For the high temp. treatment of wood, and other ligno-cellulose material to control its residual moisture content for use in building and the like, it is dried in an open circuit to remove a substantial vol. of contained water by heating to the water evaporation temp. The heating is maintained, in a closed circuit, at a lower temp. until the material starts to char, and the released gases help to keep the temp. level. The material is finally cooled by water injection in an open circuit. Also claimed is a kiln (100) for the circulation of the heat carrier fluid through a force feed (210-212), with at least one upstream burner (400) with a feed intake to take released gas from the wood. The kiln (100) has an outlet channel (500) to extract water vapour. An injector (600) delivers water into the kiln (100). The heating stage includes cooling water injections, and the drying stage is through extraction of the water vapour. The progressive heating has a stage with external firing to a temp. to release the wood gas, and a second stage using the released gas, together with cooling actions.

Description

METHOD FOR HIGH TEMPERATURE TREATMENT OF A
LIGNO-CELLULOSIC MATERIAL
The present invention relates to a process for high temperature treatment of a lignocellulosic material. It also relates to a cell for the implementation of this method.
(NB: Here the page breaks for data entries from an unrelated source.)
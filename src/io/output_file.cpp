#include "firmcall/io/output_file.hpp"

#include <sys/stat.h>
#include <unistd.h>

#include <cerrno>
#include <cstdlib>
#include <cstring>
#include <vector>

#include "firmcall/book/errors.hpp"

namespace firmcall {

OutputFile::OutputFile(const std::string& path) : path_(path) {
  if (path.empty() || path == "-") {
    file_ = stdout;
    return;
  }
  std::vector<char> tmpl(path.begin(), path.end());
  const char suffix[] = ".partial-XXXXXX";
  tmpl.insert(tmpl.end(), suffix, suffix + sizeof suffix);  // includes the terminating NUL
  const int fd = ::mkstemp(tmpl.data());
  if (fd < 0) throw InputError("cannot create output file '" + path + "': " + std::strerror(errno));
  temp_path_.assign(tmpl.data());
  const mode_t mask = ::umask(0);
  ::umask(mask);
  ::fchmod(fd, 0666 & ~mask);
  file_ = ::fdopen(fd, "wb");
  if (file_ == nullptr) {
    ::close(fd);
    ::unlink(temp_path_.c_str());
    throw InputError("cannot open output file '" + path + "': " + std::strerror(errno));
  }
}

OutputFile::~OutputFile() {
  if (file_ != nullptr && file_ != stdout) std::fclose(file_);
  if (!temp_path_.empty() && !committed_) ::unlink(temp_path_.c_str());
}

void OutputFile::write(std::string_view text) {
  if (text.empty()) return;
  if (std::fwrite(text.data(), 1, text.size(), file_) != text.size()) {
    throw InputError("cannot write output '" + (temp_path_.empty() ? std::string("stdout") : path_) +
                     "': " + std::strerror(errno));
  }
}

void OutputFile::commit() {
  if (std::fflush(file_) != 0)
    throw InputError("cannot write output '" + path_ + "': " + std::strerror(errno));
  if (temp_path_.empty()) return;
  std::FILE* f = file_;
  file_ = nullptr;
  if (std::fclose(f) != 0) throw InputError("cannot write output '" + path_ + "': " + std::strerror(errno));
  if (std::rename(temp_path_.c_str(), path_.c_str()) != 0) {
    throw InputError("cannot move output into place at '" + path_ + "': " + std::strerror(errno));
  }
  committed_ = true;
}

}  // namespace firmcall
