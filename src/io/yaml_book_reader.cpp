#include "firmcall/io/yaml_book_reader.hpp"

#include <yaml-cpp/yaml.h>
#include <yaml.h>

#include <algorithm>
#include <array>
#include <bitset>
#include <cerrno>
#include <cmath>
#include <cstring>
#include <optional>
#include <unordered_map>
#include <unordered_set>
#include <vector>

#include "firmcall/book/errors.hpp"
#include "firmcall/io/csv.hpp"
#include "io/yaml_util.hpp"

namespace firmcall {

namespace {

// Unknown keys named in an obligor's error before the rest are counted.
constexpr std::size_t kListedUnknownKeys = 5;

// Bytes that are not UTF-8 are read as this noncharacter (U+FDD0), so that the parser, which
// accepts UTF-8 only, reads on and the field that holds them is reported by name.
constexpr std::string_view kNotUtf8Mark = "\xEF\xB7\x90";
constexpr std::string_view kReplacementChar = "\xEF\xBF\xBD";

enum class Kind : std::uint8_t {
  stream_start,
  stream_end,
  doc_start,
  doc_end,
  scalar,
  seq_start,
  seq_end,
  map_start,
  map_end,
  alias
};

// One event: `text` is a scalar's value or an alias's name, valid until the next event is taken.
struct Event {
  Kind kind = Kind::stream_end;
  std::size_t line = 0;
  std::string_view text;
  bool null = false;  // a plain scalar that YAML reads as null (empty, ~, null)
  bool starts() const noexcept { return kind == Kind::seq_start || kind == Kind::map_start; }
  bool ends() const noexcept { return kind == Kind::seq_end || kind == Kind::map_end; }
};

struct StoredEvent {
  Kind kind;
  bool null;
  std::size_t line;
  std::string text;
};
using StoredNode = std::vector<StoredEvent>;
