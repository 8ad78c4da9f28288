// SHA-256 through OpenSSL's EVP digest interface (EVP_sha256), which picks the fastest
// implementation the processor offers (SHA extensions, AVX2, ...).
#include "firmcall/io/sha256.hpp"

#include <openssl/evp.h>

#include <stdexcept>

namespace firmcall {

namespace {

[[noreturn]] void fail(const char* what) {
  throw std::runtime_error(std::string("SHA-256: OpenSSL ") + what + " failed");
}

}  // namespace

void Sha256::ContextFree::operator()(evp_md_ctx_st* ctx) const noexcept {
  EVP_MD_CTX_free(ctx);
}

Sha256::Sha256() : ctx_(EVP_MD_CTX_new()) {
  if (!ctx_) fail("EVP_MD_CTX_new");
  if (EVP_DigestInit_ex(ctx_.get(), EVP_sha256(), nullptr) != 1) fail("EVP_DigestInit_ex");
}

Sha256::~Sha256() = default;
Sha256::Sha256(Sha256&&) noexcept = default;
Sha256& Sha256::operator=(Sha256&&) noexcept = default;

void Sha256::update(std::string_view bytes) {
  if (EVP_DigestUpdate(ctx_.get(), bytes.data(), bytes.size()) != 1) fail("EVP_DigestUpdate");
}

Sha256Digest Sha256::finish() {
  Sha256Digest out{};
  unsigned int size = 0;
  if (EVP_DigestFinal_ex(ctx_.get(), out.data(), &size) != 1 || size != out.size()) {
    fail("EVP_DigestFinal_ex");
  }
  return out;
}

std::string to_hex(const Sha256Digest& digest) {
  static constexpr char kHex[] = "0123456789abcdef";
  std::string s;
  s.reserve(64);
  for (std::uint8_t b : digest) {
    s.push_back(kHex[b >> 4]);
    s.push_back(kHex[b & 15]);
  }
  return s;
}

std::string sha256_hex(std::string_view bytes) {
  Sha256Digest out{};
  unsigned int size = 0;
  if (EVP_Digest(bytes.data(), bytes.size(), out.data(), &size, EVP_sha256(), nullptr) != 1 ||
      size != out.size()) {
    fail("EVP_Digest");
  }
  return to_hex(out);
}

}  // namespace firmcall
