// The figures of discrimination() from ranked keys with m > 0 defaulters and n > 0 others.
void rank_statistics(std::span<const std::uint64_t> key, std::size_t m, std::size_t n, bool curve,
                     Discrimination& r) {
  const double md = static_cast<double>(m);
  const double nd = static_cast<double>(n);
  // Mann-Whitney count in halves, exact in integers: sum over groups of dx (2 below + dy).
  std::uint64_t halves = 0;
  double ks = 0.0;
  double ks_pd = 0.0;
  for_each_tie_group(key, [&](const TieGroup& g) {
    halves += static_cast<std::uint64_t>(g.defaulters) * (2 * g.others_below + g.others);
    const double fd = static_cast<double>(g.defaulters_below + g.defaulters) / md;
    const double fo = static_cast<double>(g.others_below + g.others) / nd;
    if (std::fabs(fd - fo) > ks) {
      ks = std::fabs(fd - fo);
      ks_pd = g.pd;
    }
  });
  r.auc = static_cast<double>(halves) / (2.0 * md * nd);
  // DeLong structural components: V10 of a defaulter (share of non-defaulters below it, ties
  // half) and V01 of a non-defaulter (share of defaulters above it, ties half).
  double s10 = 0.0;
  double s01 = 0.0;
  for_each_tie_group(key, [&](const TieGroup& g) {
    const double v10 = (static_cast<double>(g.others_below) + 0.5 * static_cast<double>(g.others)) / nd;
    const double v01 =
        (md - static_cast<double>(g.defaulters_below) - 0.5 * static_cast<double>(g.defaulters)) / md;
    s10 += static_cast<double>(g.defaulters) * (v10 - r.auc) * (v10 - r.auc);
    s01 += static_cast<double>(g.others) * (v01 - r.auc) * (v01 - r.auc);
  });
  s10 /= m > 1 ? md - 1.0 : 1.0;
  s01 /= n > 1 ? nd - 1.0 : 1.0;
  r.auc_se = std::sqrt(s10 / md + s01 / nd);
  r.auc_lower = std::max(0.0, r.auc - kZ975 * r.auc_se);
  r.auc_upper = std::min(1.0, r.auc + kZ975 * r.auc_se);
  r.accuracy_ratio = 2.0 * r.auc - 1.0;
  r.ks = ks;
  r.ks_threshold_pd = ks_pd;
  if (curve) {
    const double all = md + nd;
    for_each_tie_group(key, [&](const TieGroup& g) {
      r.curve.push_back(CurvePoint{g.pd, (nd - static_cast<double>(g.others_below)) / nd,
                                   (md - static_cast<double>(g.defaulters_below)) / md,
                                   (all - static_cast<double>(g.defaulters_below + g.others_below)) / all});
    });
    r.curve.push_back(CurvePoint{std::numeric_limits<double>::infinity(), 0.0, 0.0, 0.0});
    std::reverse(r.curve.begin(), r.curve.end());
  }
}

}  // namespace

std::string_view to_string(ValidationStatus s) noexcept {
  switch (s) {
    case ValidationStatus::ok:
      return "ok";
    case ValidationStatus::one_class:
      return "one_class";
    case ValidationStatus::invalid_input:
      return "invalid_input";
    case ValidationStatus::no_memory:
      return "no_memory";
  }
  return "invalid_input";
}

std::string_view to_string(TrafficLight t) noexcept {
  switch (t) {
    case TrafficLight::green:
      return "green";
    case TrafficLight::yellow:
      return "yellow";
    case TrafficLight::red:
      return "red";
  }
  return "red";
}

TrafficLight traffic_light(double binomial_p) noexcept {
  if (binomial_p > kYellowPValue) return TrafficLight::green;
  if (binomial_p > kRedPValue) return TrafficLight::yellow;
  return TrafficLight::red;
}

Discrimination discrimination(std::span<const double> pd, std::span<const std::uint8_t> defaulted,
                              bool curve) noexcept {
  Discrimination r;
  r.observations = pd.size();
  try {
    RankedColumn c;
    r.status = rank_column(pd, defaulted, false, c);
    r.defaults = r.status == ValidationStatus::invalid_input ? 0 : c.defaulters;
    if (r.status == ValidationStatus::ok) rank_statistics(c.key, c.defaulters, c.others, curve, r);
  } catch (const std::bad_alloc&) {
    r = Discrimination{};
    r.status = ValidationStatus::no_memory;
  }
  return r;
}
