// Sorts an obligor's rows by date, finds repeated dates, places the rows on the calendar and
// notes empty rows and missing trading days.
void finish_obligor(ObligorEquityHistory& ob, const EmptyRows& empty,
                    const std::vector<std::int32_t>& position, std::int32_t lo,
                    const std::vector<std::int32_t>& calendar) {
  auto& rows = ob.rows;
  const auto by_date = [](const EquityRow& a, const EquityRow& b) { return a.date < b.date; };
  const auto out_of_order = std::is_sorted_until(rows.begin(), rows.end(), by_date);
  if (out_of_order != rows.end()) {
    ob.notes.push_back({out_of_order->line, "rows are not in date order: sorted by date"});
    std::stable_sort(rows.begin(), rows.end(), by_date);
  }
  for (std::size_t k = 1; k < rows.size(); ++k) {
    if (rows[k].date == rows[k - 1].date) {
      const std::size_t later = std::max(rows[k].line, rows[k - 1].line);
      const std::size_t earlier = std::min(rows[k].line, rows[k - 1].line);
      add_problem(ob.error, ob.more_problems, later,
                  "field 'date': " + format_iso_date(rows[k].date) + " appears twice (also line " +
                      std::to_string(earlier) + "); a date may appear once per obligor");
    }
  }
  for (auto& r : rows) r.trading_day = position[static_cast<std::size_t>(r.date - lo)];
  if (empty.count > 0) {
    ob.notes.push_back({empty.first_line, std::to_string(empty.count) +
                                              (empty.count == 1 ? " row has" : " rows have") +
                                              " no equity value: treated as missing days"});
  }
  if (ob.usable() && rows.size() >= 2) {
    const std::int32_t span = rows.back().trading_day - rows.front().trading_day + 1;
    ob.missing_days = static_cast<std::size_t>(span) - rows.size();
    if (ob.missing_days > 0) {
      std::size_t k = 1;
      while (rows[k].trading_day == rows[k - 1].trading_day + 1) ++k;
      const std::int32_t first_missing = calendar[static_cast<std::size_t>(rows[k - 1].trading_day) + 1];
      ob.notes.push_back({0, std::to_string(ob.missing_days) +
                                 " trading days missing between its first and last date (first " +
                                 format_iso_date(first_missing) +
                                 "); returns across a gap are taken as multi-day returns"});
    }
  }
}

}  // namespace

EquityHistory parse_equity_history(std::string_view text, const std::string& origin) {
  EquityHistory h;
  h.origin = origin;
  CsvRecords in(text, origin);
  const Header hdr = read_equity_header(in, h);
  std::vector<EmptyRows> empty_rows;
  // Rows go to one array first (sized from the line count), then to exact-size per-obligor arrays.
  std::vector<ParsedRow> parsed;
  parsed.reserve(count_lines(text) + 1);
  std::size_t last = static_cast<std::size_t>(-1);
  // The date of the last row, usually that of the next: a copy, as a quoted cell may live in
  // reused scratch memory.
  std::string last_date_text;
  std::int32_t last_date = 0;
  while (in.next()) {
    const std::vector<std::string_view>& fields = in.fields;
    const std::size_t line = in.line;
    last = obligor_index(h, empty_rows, last, row_id(fields, hdr, kId, origin, line));
    ObligorEquityHistory& ob = h.obligors[last];
    const auto problem = [&](std::string t) { add_problem(ob.error, ob.more_problems, line, std::move(t)); };
    if (const std::size_t s = in.cursor.stray_; s != kNoStrayQuote) {
      problem(stray_quote_problem(hdr.name_of(s), fields[s]));
      continue;
    }
    if (fields.size() != hdr.width) {
      problem(width_problem(fields.size(), hdr.width));
      continue;
    }
    const std::string_view date_text = fields[static_cast<std::size_t>(hdr.at[kDate])];
    if (last_date_text.empty() || date_text != last_date_text) {
      const std::optional<std::int32_t> date = parse_iso_date(date_text);
      if (!date) {
        problem(not_a_date("date", date_text));
        continue;
      }
      last_date_text.assign(date_text);
      last_date = *date;
    }
    double e = 0.0;
    const Cell value = row_equity_value(fields, hdr, e, problem);
    if (value == Cell::bad) continue;
    if (value == Cell::absent) {
      EmptyRows& p = empty_rows[last];
      if (p.count++ == 0) p.first_line = line;
      continue;
    }
    parsed.push_back({static_cast<std::uint32_t>(last), last_date, static_cast<std::uint32_t>(line), e});
  }
  distribute_rows(parsed, h);
  std::int32_t lo = 0;
  const std::vector<std::int32_t> position = build_calendar(h, lo);
  for (std::size_t i = 0; i < h.obligors.size(); ++i) {
    finish_obligor(h.obligors[i], empty_rows[i], position, lo, h.calendar);
  }
  return h;
}

EquityHistory load_equity_history(const std::string& path) {
  return parse_equity_history(read_file(path), path);
}

BalanceSheets parse_balance_sheets(std::string_view text, const std::string& origin) {
  BalanceSheets b;
  b.origin = origin;
  CsvRecords in(text, origin);
  enum : std::size_t { kSheetId, kAsOf, kShort, kLong, kDefaultPoint };
  const Header hdr =
      read_header(in, {"id", "as_of", "short_term_debt", "long_term_debt", "default_point"}, origin, b.notes);
  require_column(hdr, kSheetId, "id", origin, in.line);
  require_column(hdr, kAsOf, "as_of", origin, in.line);
  if (!hdr.has(kDefaultPoint) && !(hdr.has(kShort) && hdr.has(kLong))) {
    throw InputError(located(origin, in.line,
                             "header: required columns 'short_term_debt' and 'long_term_debt' (or "
                             "'default_point') are missing"));
  }
  while (in.next()) {
    const std::vector<std::string_view>& fields = in.fields;
    const std::size_t line = in.line;
    const std::string_view id = row_id(fields, hdr, kSheetId, origin, line);
    auto it = b.by_id.find(id);
    if (it == b.by_id.end()) {
      it = b.by_id.emplace(std::string(id), ObligorBalanceSheets{}).first;
      b.ids.emplace_back(id);
    }
    ObligorBalanceSheets& ob = it->second;
    const auto problem = [&](std::string t) { add_problem(ob.error, ob.more_problems, line, std::move(t)); };
    if (const std::size_t k = in.cursor.stray_; k != kNoStrayQuote) {
      problem(stray_quote_problem(hdr.name_of(k), fields[k]));
      continue;
    }
    if (fields.size() != hdr.width) {
      problem(width_problem(fields.size(), hdr.width));
      continue;
    }
    BalanceSheet s;
    s.line = line;
    const std::string_view as_of = fields[static_cast<std::size_t>(hdr.at[kAsOf])];
    const std::optional<std::int32_t> date = parse_iso_date(as_of);
    if (!date) {
      problem(not_a_date("as_of", as_of));
      continue;
    }
    s.as_of = *date;
    bool bad = false;
    const std::pair<std::size_t, std::string_view> number_fields[] = {
        {kShort, "short_term_debt"}, {kLong, "long_term_debt"}, {kDefaultPoint, "default_point"}};
    for (const auto& [k, name] : number_fields) {
      if (!hdr.has(k)) continue;
      const std::string_view cell = fields[static_cast<std::size_t>(hdr.at[k])];
      double v = 0.0;
      const Cell c = read_number(cell, v);
      if (c == Cell::bad) {
        problem(not_a_number(name, cell));
        bad = true;
        break;
      }
      if (c == Cell::absent) continue;
      if (k == kDefaultPoint ? !(v > 0.0) : v < 0.0) {
        problem("field '" + std::string(name) + "': must be " +
                (k == kDefaultPoint ? "positive" : "non-negative") + ", got " +
                quoted_cell(trim_blanks(cell)));
        bad = true;
        break;
      }
      // The same amount bound as the book reader's: a default point outside it is a units slip.
      if (k == kDefaultPoint && !(v >= 1e-150 && v <= 1e150)) {
        problem("field 'default_point': must lie in [1e-150, 1e150], got " + quoted_cell(trim_blanks(cell)));
        bad = true;
        break;
      }
      (k == kShort ? s.short_term_debt : k == kLong ? s.long_term_debt : s.default_point) = v;
    }
    if (bad) continue;
    if (!s.default_point && !(s.short_term_debt && s.long_term_debt)) {
      problem(std::string("field '") + (s.short_term_debt ? "long_term_debt" : "short_term_debt") +
              "': missing (give short_term_debt and long_term_debt, or default_point)");
      continue;
    }
    ob.sheets.push_back(s);
  }
  for (auto& [id, ob] : b.by_id) {
    auto& sheets = ob.sheets;
    std::stable_sort(sheets.begin(), sheets.end(),
                     [](const BalanceSheet& x, const BalanceSheet& y) { return x.as_of < y.as_of; });
    for (std::size_t k = 1; k < sheets.size(); ++k) {
      if (sheets[k].as_of == sheets[k - 1].as_of) {
        add_problem(ob.error, ob.more_problems, std::max(sheets[k].line, sheets[k - 1].line),
                    "field 'as_of': " + format_iso_date(sheets[k].as_of) + " appears twice (also line " +
                        std::to_string(std::min(sheets[k].line, sheets[k - 1].line)) +
                        "); one balance sheet per obligor and date");
      }
    }
  }
  return b;
}

BalanceSheets load_balance_sheets(const std::string& path) {
  return parse_balance_sheets(read_file(path), path);
}

}  // namespace firmcall
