TEST_CASE("portfolio: a --distribution-output that cannot be written leaves the others as they were") {
  Scratch s;
  const std::string out = s.file("p.csv");
  const std::string summary = s.file("s.csv");
  write_file(out, "previous portfolio\n");
  write_file(summary, "previous summary\n");
  const std::string missing = s.file("no_such_folder/d.csv");
  const Result r = run_firmcall({"portfolio", kBook, "--reporting-currency", "EUR", "--fx",
                                 kSource + "/samples/demo_fx.csv", "-f", "csv", "-o", out, "--summary-output",
                                 summary, "--distribution-output", missing});
  CHECK(r.exit_code == 2);
  CHECK(r.err.find("--distribution-output '" + missing + "'") != std::string::npos);
  CHECK(read_file(out) == "previous portfolio\n");
  CHECK(read_file(summary) == "previous summary\n");
  CHECK(s.partials() == 0);
}

TEST_CASE("history: a --series that cannot be written leaves -o as it was") {
  Scratch s;
  const std::string out = s.file("h.csv");
  write_file(out, "previous history\n");
  fs::create_directories(s.dir / "a_dir");
  const Result r = run_firmcall({"history", history_book(), history_prices(), "--balance-sheets",
                                 kSamples + "history_balance_sheets.csv", "-f", "csv", "-o", out, "--series",
                                 s.file("a_dir")});
  CHECK(r.exit_code == 2);
  CHECK(r.err.find("--series '" + s.file("a_dir") + "'") != std::string::npos);
  CHECK(read_file(out) == "previous history\n");
  CHECK(s.partials() == 0);
}

TEST_CASE("score --record: a store that cannot be written leaves -o as it was") {
  Scratch s;
  const std::string out = s.file("scores.csv");
  write_file(out, "previous scores\n");
  const std::string foreign = s.file("not_a_store.sqlite");
  write_file(foreign, "this is not a history store, it is a text file of some length\n");
  const Result r = run_firmcall({"score", kBook, "-f", "csv", "-o", out, "--record", "--db", foreign});
  CHECK(r.exit_code == 2);
  CHECK(r.err.find(foreign) != std::string::npos);
  CHECK(read_file(out) == "previous scores\n");
  CHECK(read_file(foreign) == "this is not a history store, it is a text file of some length\n");
  CHECK(s.partials() == 0);
}
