#include "firmcall/io/book_stream.hpp"

#include <algorithm>
#include <cerrno>
#include <cstdio>
#include <cstring>

#include "firmcall/book/errors.hpp"
#include "firmcall/io/csv.hpp"
#include "firmcall/io/id_registry.hpp"

namespace firmcall {

namespace {

// Bytes read from the file at a time; a record longer than this grows the buffer.
constexpr std::size_t kReadBytes = std::size_t{1} << 20;

// A CSV book read in blocks cut at record ends.
class CsvBookStream final : public BookStream {
 public:
  CsvBookStream(const std::string& path, BookUse use) : file_(std::fopen(path.c_str(), "rb")) {
    origin_ = path;
    if (file_ == nullptr) throw InputError("cannot open file '" + path + "'");
    // The header: read until it is complete (or the file ends).
    fill_until_complete();
    std::string_view rest(buf_);
    cols_ = detail::parse_csv_header(rest, line_, origin_, use, notes_);
    pos_ = buf_.size() - rest.size();
  }
  ~CsvBookStream() override {
    if (file_ != nullptr) std::fclose(file_);
  }

  bool next(std::vector<ObligorRecord>& out, std::size_t max_obligors) override {
    out.clear();
    const std::size_t want = std::max<std::size_t>(max_obligors, 1);
    while (out.size() < want) {
      if (complete_ == pos_ && !eof_) {
        compact();
        fill_until_complete();
      }
      if (complete_ <= pos_) break;
      std::string_view rest(buf_.data() + pos_, complete_ - pos_);
      const std::size_t last =
          detail::parse_csv_records(rest, line_, cols_, want - out.size(), out, scratch_);
      if (last != 0) last_line_ = last;
      pos_ = complete_ - rest.size();
    }
    if (out.empty() && eof_ && !noted_end_) {
      noted_end_ = true;
      if (last_line_ != 0 && ends_without_break_)
        notes_.push_back(located(origin_, last_line_, no_final_line_break_note()));
    }
    for (ObligorRecord& rec : out) {
      const std::string& id = rec.get(TextField::id);
      if (id.empty()) continue;
      const std::size_t first = ids_.insert(IdRegistry::hash(id), rec.line);
      if (first != 0 && rec.read_error.empty())
        rec.read_error = "field 'id': duplicate of the obligor at line " + std::to_string(first);
    }
    return !out.empty();
  }

 private:
  // Drops the bytes already parsed.
  void compact() {
    buf_.erase(0, pos_);
    complete_ -= pos_;
    pos_ = 0;
  }
  // Reads until buf_ holds at least one complete record past pos_ (or the file ends);
  // complete_ is then the end of the last complete record.
  void fill_until_complete() {
    while (!eof_) {
      const std::size_t old = buf_.size();
      buf_.resize(old + kReadBytes);
      const std::size_t got = std::fread(buf_.data() + old, 1, kReadBytes, file_);
      buf_.resize(old + got);
      if (got < kReadBytes) {
        if (std::ferror(file_))
          throw InputError("cannot read file '" + origin_ + "': " + std::strerror(errno));
        eof_ = true;
        break;
      }
      const std::size_t end = last_record_end(std::string_view(buf_).substr(pos_));
      if (end > 0) {
        complete_ = pos_ + end;
        return;
      }
    }
    complete_ = buf_.size();
    ends_without_break_ = !buf_.empty() && buf_.back() != '\n' && buf_.back() != '\r';
  }

  std::FILE* file_;
  std::string buf_;
  std::size_t pos_ = 0;       // first byte not parsed
  std::size_t complete_ = 0;  // end of the complete records in buf_
  bool eof_ = false;
  bool ends_without_break_ = false;
  bool noted_end_ = false;
  std::size_t line_ = 1;  // line of buf_[pos_]
  std::size_t last_line_ = 0;
  CsvColumns cols_;
  detail::CsvParseScratch scratch_;
  IdRegistry ids_;
};

// A book held whole, handed out in pieces: moved out of a book the stream owns (a YAML file
// parsed whole), or copied from one the caller keeps.
class WholeBookStream final : public BookStream {
 public:
  explicit WholeBookStream(Book book) : owned_(std::move(book)), book_(&owned_), move_out_(true) {
    describe();
  }
  explicit WholeBookStream(const Book* book) : book_(book), move_out_(false) { describe(); }
  bool next(std::vector<ObligorRecord>& out, std::size_t max_obligors) override {
    out.clear();
    const std::size_t n = std::min(std::max<std::size_t>(max_obligors, 1), book_->obligors.size() - next_);
    for (std::size_t i = 0; i < n; ++i) {
      if (move_out_) {
        out.push_back(std::move(owned_.obligors[next_ + i]));
      } else {
        out.push_back(book_->obligors[next_ + i]);
      }
    }
    next_ += n;
    return n > 0;
  }

 private:
  void describe() {
    origin_ = book_->origin;
    label_ = book_->label;
    as_of_ = book_->as_of;
    defaults_ = book_->defaults;
    notes_ = book_->notes;
  }
  Book owned_;
  const Book* book_;
  bool move_out_;
  std::size_t next_ = 0;
};

}  // namespace

std::unique_ptr<BookStream> BookStream::open(const std::string& path, BookUse use) {
  if (book_format_of(path) == BookFormat::csv) return std::make_unique<CsvBookStream>(path, use);
  return std::make_unique<WholeBookStream>(load_book(path, use));
}

std::unique_ptr<BookStream> BookStream::over(const Book& book) {
  return std::make_unique<WholeBookStream>(&book);
}

}  // namespace firmcall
 The invention finds a particularly advantageous application in the field of manufacturing wooden articles, and more particularly products intended to be brought into contact with water or moisture.

 In its natural state, wood is a lignocellulosic material whose properties are made very unstable due to its very marked hydrophilic nature. Vulnerable to rotting due to fungicidal and bacterial attack, untreated wood is also sensitive to attacks by xylophages, moisture uptake and bursting by frost.

 This is why it is usual, in order to remedy these drawbacks, to subject the wood to a heat treatment which, by drying, has the effect of reducing its hydrophilicity and therefore improving its stability.

 The simplest conventional treatment is heating in an oven at temperatures ranging from 60 to 1200C. However, the wood thus treated exhibits a moisture uptake of up to 15% or more, which does not allow dimensional stability and conservation over time sufficient for most applications.

Wood can also be brought to higher temperatures, between 180 and 2800C, according to the process known as HTT (for High
Temperature Treatment in English or High Temperature Treatment in French).

 Above 280 "C, we enter the roasting phase, the use of which is the manufacture of barbecue plates.

 From 350 "C, we reach the carbonization phase used to obtain charcoal.

 It is more specifically to the HTT treatment process which addresses the invention.

Between 180 and 2800C, the wood undergoes significant transformations linked to the creation of chemical bridges between the macro-molecular stubble, which leave the domain of simple drying without however reaching the roasting and carbonization phases. We thus obtain materials close to wood in many aspects, but the differences of which open up new perspectives for use. The main characteristics of high-temperature treated wood are as follows
- humidity recovery of less than 5%, whatever the duration of use,
- excellent dimensional stability both in humid atmosphere and in water
- resistance to external agents of degradation by sterilization and elimination of nutrients from microorganisms and insects,
- increased hardness and mechanical properties,
- homogeneous brown coloration in the mass preserving the fibrous structure of the wood. Depending on the species, the shade of color can be controlled according to the processing parameters.

- realization of concrete reinforced with wood,
- absence of environmental pollution,
- reduction in production costs.

All these qualities make HTT wood a material of choice for the following applications:
- furniture in general and in particular outdoor furniture,
- food and industrial packaging,
- floors,
- stakes of vines, arboriculture, etc., - poles,
- embankments,
- pontoons, etc.

 It should however be noted that the implementation of the known HTT process requires the production of a significant calorific energy taking into account the temperatures to be reached and the volumes of lignocellulosic material to be treated. However, the supply of such an amount of energy by ohmic means is relatively expensive, and even unthinkable in countries where electricity is scarce, as in developing countries producing wood, for example.

 On the other hand, a high temperature treatment installation must provide a neutral atmosphere of nitrogen or any other inert gas so as to avoid the presence of oxygen in sufficient concentration to cause spontaneous ignition of the wood subjected to the HTT treatment. . Of course, this obligation is an additional technical constraint which results in additional production costs.

 Also, the technical problem to be solved by the object of the present invention is to propose a process for high temperature treatment of a lignocellulosic material, which would have a minimum operating cost as well from a point of view. energetic only from a technical point of view insofar as it concerns the elimination of oxygen and the maintenance of a neutral atmosphere.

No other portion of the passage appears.